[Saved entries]
import { useState } from 'react';
import { flexRender, getCoreRowModel, getSortedRowModel, useReactTable, type ColumnDef, type SortingState } from '@tanstack/react-table';

export type { ColumnDef } from '@tanstack/react-table';

/** A table's columns, each with its own value type (TanStack Table's ColumnDef is invariant in it, so mixed columns take any). */
// eslint-disable-next-line @typescript-eslint/no-explicit-any -- TanStack Table's documented way to type mixed columns; unknown refuses typed accessors
export type TableColumns<T> = ColumnDef<T, any>[];

/**
 * A dense, calm, sortable table. Headers are buttons (keyboard sortable); columns flagged with
 * `meta: { numeric: true }` are right-aligned with tabular figures.
 */
export function DataTable<T>({
  data,
  columns,
  initialSorting = [],
  caption,
  rowKey,
  minWidthClass = '',
}: {
  data: T[];
  columns: TableColumns<T>;
  initialSorting?: SortingState;
  caption?: string;
  rowKey?: (row: T) => string | number;
  /** e.g. "min-w-[56rem]": on a narrow screen the table keeps readable columns and scrolls inside its card. */ minWidthClass?: string;
}) {
  const [sorting, setSorting] = useState<SortingState>(initialSorting);
  const table = useReactTable({
    data,
    columns,
    state: { sorting },
    onSortingChange: setSorting,
    getCoreRowModel: getCoreRowModel(),
    getSortedRowModel: getSortedRowModel(),
    getRowId: rowKey ? (row) => String(rowKey(row)) : undefined,
  });
  return (
    <div className="overflow-x-auto">
      <table className={`w-full border-collapse text-left text-sm ${minWidthClass}`}>
        {caption && <caption className="sr-only">{caption}</caption>}
        <thead className="border-b border-rule text-xs tracking-wide text-ink-faint">
          {table.getHeaderGroups().map((hg) => (
            <tr key={hg.id}>
              {hg.headers.map((header) => {
                const numeric = (header.column.columnDef.meta as { numeric?: boolean } | undefined)?.numeric;
                const sorted = header.column.getIsSorted();
                return (
                  <th
                    key={header.id}
                    className={`whitespace-nowrap px-3 py-2 font-semibold ${numeric ? 'text-right' : ''}`}
                    aria-sort={sorted ? (sorted === 'asc' ? 'ascending' : 'descending') : undefined}
                  >
                    {header.isPlaceholder ? null : header.column.getCanSort() ? (
                      <button
                        type="button"
                        onClick={header.column.getToggleSortingHandler()}
                        className="inline-flex items-center gap-1 tracking-wide hover:text-ink"
                      >
                        {flexRender(header.column.columnDef.header, header.getContext())}
                        <span aria-hidden="true" className="text-[10px]">
                          {sorted === 'asc' ? '▲' : sorted === 'desc' ? '▼' : '↕'}
                        </span>
                      </button>
                    ) : (
                      flexRender(header.column.columnDef.header, header.getContext())
                    )}
                  </th>
                );
              })}
            </tr>
          ))}
        </thead>
        <tbody>
          {table.getRowModel().rows.map((row) => (
            <tr key={row.id} className="border-b border-rule/60 hover:bg-paper-deep/40">
              {row.getVisibleCells().map((cell) => {
                const numeric = (cell.column.columnDef.meta as { numeric?: boolean } | undefined)?.numeric;
                return (
                  <td key={cell.id} className={`px-3 py-1.5 ${numeric ? 'num text-right' : ''}`}>
                    {flexRender(cell.column.columnDef.cell, cell.getContext())}
                  </td>
                );
              })}
            </tr>
          ))}
        </tbody>
      </table>
    </div>
  );
}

» EXERCISE
The lines you return should be those above that contain the word "minWidthClass", every one of them.

» OUTPUT FOR THIS TASK
  minWidthClass = '',
  /** e.g. "min-w-[56rem]": on a narrow screen the table keeps readable columns and scrolls inside its card. */ minWidthClass?: string;
      <table className={`w-full border-collapse text-left text-sm ${minWidthClass}`}>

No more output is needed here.